Wigner Negativity Certifies Genuine Multipartite Entanglement in Continuous-Variable Systems

Genuine multipartite entanglement, a powerful form of quantum correlation, underpins many potential advantages in quantum technologies, and researchers continually seek ways to reliably detect and quantify it. Lin Htoo Zaw from the Centre for Quantum Technologies, National University of Singapore, Jiajie Guo from the State Key Laboratory for Mesoscopic Physics, Peking University, and Qiongyi He, alongside Matteo Fadel and Shuheng Liu, now demonstrate a clear link between a measurable quantum property, known as Wigner negativity, and the presence of this complex entanglement. The team proves that a sufficient amount of Wigner negativity, assessed through relatively simple measurements, definitively confirms genuine multipartite entanglement in continuous-variable systems. This achievement is significant because it provides readily implementable criteria for detecting entanglement, using techniques already common in several leading quantum computing platforms, and offers a pathway to certify entanglement without needing to fully characterise a quantum state.

They demonstrate that a sufficient amount of Wigner negativity, a measure of non-classical behaviour in quantum mechanics, guarantees the presence of genuine multipartite entanglement, extending beyond the simpler case of two entangled particles. This research establishes a quantifiable link crucial for advanced quantum technologies like quantum computation and quantum communication, offering a new perspective on the connection between non-classicality and entanglement, potentially simplifying the characterisation and experimental verification of complex quantum states.

Wigner negativity and genuine multipartite entanglement are key resources enabling computational advantages and broader quantum-information tasks. In this work, the researchers prove two theorems for multimode continuous-variable systems connecting these nonclassical resources. Both theorems demonstrate that sufficient Wigner negativity, assessed either through its volume along a two-dimensional slice or through the negativity of the system’s centre-of-mass, confirms the presence of genuine multipartite entanglement. Violations of the latter inequality also provide quantifiable lower bounds on the distance between a detected state and states lacking entanglement.

Wigner Function Proves Gaussian-Mean-Entanglement Criterion

This research presents criteria for determining whether a quantum state exhibits Gaussian-mean entanglement, a specific type of entanglement important in quantum information and quantum optics. The core idea leverages the Wigner function, a quasi-probability distribution representing the quantum state, and its properties. The authors explore ways to detect entanglement, including direct measurement of the Wigner function, analysis of its characteristic function, and integration of the Wigner function over specific regions. The document provides rigorous mathematical proofs for each criterion, building on concepts from quantum mechanics, functional analysis, and matrix theory.
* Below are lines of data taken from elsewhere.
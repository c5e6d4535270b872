//! The streaming speed tracker: pulse validation (extra, missing, stop),
//! segment bookkeeping and the once-per-revolution marks (see the stage
//! docs in [`super`]).

use super::{RevMark, SpeedSource, SpeedSummary, TachConfigError, TachFlags, SERIES_CAP};

/// Interval ratio below which a pulse is taken as an extra (double) pulse.
const EXTRA_RATIO: f64 = 0.5;
/// Largest number of consecutive missing pulses that are bridged.
const MAX_BRIDGE: f64 = 3.0;
/// Interval ratio above which the gap counts as a stop (no bridging).
const STOP_RATIO: f64 = MAX_BRIDGE + 0.5;
/// Edges collected at a segment start before validation begins (3 intervals, median).
const BOOT: usize = 4;
/// Largest number of virtual marks one `advance_to` call emits (constant mode).
const MAX_JUMP_REVS: f64 = 65_536.0;
/// Intervals averaged for the expected interval (capped for large `pulses_per_rev`).
const AVG_CAP: usize = 16;

#[derive(Clone, Copy, Debug)]
struct Validated {
    /// Input samples per capture tick.
    samples_per_tick: f64,
    tick0: u32,
    pulses_per_rev: u32,
    fs: f64,
    min_rpm: f32,
    max_rpm: f32,
    max_change_pct: f32,
    min_good_revs: u32,
    /// Longest plausible pulse interval (at `min_rpm`), input samples.
    max_pulse_interval: f64,
    /// Shortest plausible pulse interval (at `max_rpm`), input samples.
    min_pulse_interval: f64,
}

#[derive(Clone, Copy, Debug)]
enum Mode {
    Tach(Validated),
    Constant { period: f64, rpm: f32 },
}

/// Streaming speed tracker: edges in, validated once-per-rev marks out.
///
/// ```
/// use dsp_core::speed::tach::{SpeedSource, TachConfig, TachTracker};
/// let mut cfg = TachConfig::default();
/// cfg.min_good_revs = 3;
/// let mut t = TachTracker::new(&SpeedSource::Tach(cfg)).unwrap();
/// let mut marks = 0;
/// // 1500 rpm at 51.2 kHz = 2048 samples per rev = 40_000 ticks at 1 MHz.
/// for k in 0..10u32 {
///     t.push_edge(k * 40_000, |_| marks += 1);
/// }
/// let s = t.finish(|_| marks += 1);
/// assert_eq!(marks, 10);
/// assert!((s.mean_rpm - 1500.0).abs() < 0.01);
/// assert!(!s.flags.is_fault());
/// ```
#[derive(Clone, Debug)]
pub struct TachTracker {
    mode: Mode,
    flags: TachFlags,
    // --- edge unwrapping
    /// Unwrapped tick (offset by 2^32) of the latest known time.
    ref_tick: u64,
    /// Latest position given to `advance_to`, input samples.
    now: f64,
    edges_seen: u32,
    // --- segment state
    /// Segment start: edges are collected in `boot` first.
    booting: bool,
    boot: [f64; BOOT],
    n_boot: usize,
    /// Last committed pulse time (None at segment start).
    accepted: Option<f64>,
    /// Candidate pulse awaiting look-ahead.
    pending: Option<f64>,
    intervals: [f64; AVG_CAP],
    n_intervals: usize,
    interval_pos: usize,
    pulses_in_segment: u32,
    new_segment: bool,
    rev_dirty: bool,
    stop_flagged_at: Option<f64>,
    // --- marks and stats
    last_mark: Option<f64>,
    mark_index: u32,
    revs: u32,
    good_revs: u32,
    missing: u32,
    extra: u32,
    sum_rpm: f64,
    min_rpm: f32,
    max_rpm: f32,
    series: heapless::Vec<f32, SERIES_CAP>,
    /// Constant mode: next virtual mark index.
    next_virtual: u64,
}

/// A validated speed source (small), applied in place by
/// [`TachTracker::reconfigure`].
#[derive(Clone, Copy, Debug)]
pub(crate) struct TachPlan(Mode);

impl TachPlan {
    /// Validates the source.
    pub(crate) fn new(src: &SpeedSource) -> Result<Self, TachConfigError> {
        let mode = match *src {
            SpeedSource::Tach(c) => {
                if c.tick_hz == 0 {
                    return Err(TachConfigError::ZeroTickRate);
                }
                if !(c.sample_rate_hz.is_finite() && c.sample_rate_hz > 0.0) {
                    return Err(TachConfigError::BadSampleRate);
                }
                if c.pulses_per_rev == 0 {
                    return Err(TachConfigError::ZeroPulsesPerRev);
                }
                if !(c.min_rpm.is_finite()
                    && c.max_rpm.is_finite()
                    && c.min_rpm > 0.0
                    && c.min_rpm < c.max_rpm)
                {
                    return Err(TachConfigError::BadSpeedRange);
                }
                if !(c.max_speed_change_pct.is_finite() && c.max_speed_change_pct > 0.0) {
                    return Err(TachConfigError::BadSpeedChangeLimit);
                }
                let fs = f64::from(c.sample_rate_hz);
                let ppr = u32::from(c.pulses_per_rev);
                let per_rev = |rpm: f32| fs * 60.0 / f64::from(rpm) / f64::from(ppr);
                Mode::Tach(Validated {
                    samples_per_tick: fs / f64::from(c.tick_hz),
                    tick0: c.tick_at_sample0,
                    pulses_per_rev: ppr,
                    fs,
                    min_rpm: c.min_rpm,
                    max_rpm: c.max_rpm,
                    max_change_pct: c.max_speed_change_pct,
                    min_good_revs: u32::from(c.min_good_revs),
                    max_pulse_interval: per_rev(c.min_rpm),
                    min_pulse_interval: per_rev(c.max_rpm),
                })
            }
            SpeedSource::Constant {
                rpm,
                sample_rate_hz,
            } => {
                if !(sample_rate_hz.is_finite() && sample_rate_hz > 0.0) {
                    return Err(TachConfigError::BadSampleRate);
                }
                // At least 2 input samples per revolution.
                if !(rpm.is_finite() && rpm > 0.0 && rpm <= 30.0 * sample_rate_hz) {
                    return Err(TachConfigError::BadSpeedRange);
                }
                Mode::Constant {
                    period: f64::from(sample_rate_hz) * 60.0 / f64::from(rpm),
                    rpm,
                }
            }
        };
        Ok(Self(mode))
    }
}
The resulting corollaries offer practical ways to apply these criteria in experimental settings. The Wigner function represents a quantum state in phase space and can be negative, indicating non-classical behaviour. A non-negative Wigner function is a sufficient, though not always necessary, condition for a state to be Gaussian. The characteristic function is the Fourier transform of the Wigner function and encodes information about the state’s probability distribution. One corollary provides a practical criterion based on integrating the Wigner function over a finite region, avoiding the need to measure the entire function. Another offers a sampling-based criterion that uses a finite number of points to estimate the characteristic function, making it suitable for experimental implementations. The strength of this work lies in its mathematical rigor, practicality, and clear explanations.

Wigner Negativity Certifies Genuine Multipartite Entanglement

This work establishes fundamental connections between Wigner negativity and genuine multipartite entanglement in multimode continuous-variable systems. Researchers proved two theorems demonstrating that sufficient Wigner negativity, assessed either through its volume along a specific two-dimensional slice or through the negativity of the system’s centre-of-mass, confirms the presence of genuine multipartite entanglement. Importantly, violations of the latter inequality also provide quantifiable lower bounds on the distance between a detected state and states lacking entanglement. These findings not only link distinct concepts of nonclassicality, quasiprobabilities and correlations, but also provide sufficient conditions for generating genuine multipartite entanglement through interference with the vacuum using multimode interferometers, complementing existing knowledge in the field.

The team developed criteria for detecting genuine multipartite entanglement particularly well-suited for experimental implementation in platforms such as cavity/circuit electrodynamics, circuit acoustodynamics, and trapped ions and atoms. These criteria require measurements of the Wigner function only over a finite region of phase space, or measurements of a limited number of characteristic function points, simplifying experimental procedures. The authors acknowledge that further investigation, detailed in a companion paper, explores the impact of practical effects like losses and extends these criteria using controlled-unitary operations and qubit measurements. These advancements offer readily implementable methods for identifying and generating genuine multipartite entanglement in various quantum systems.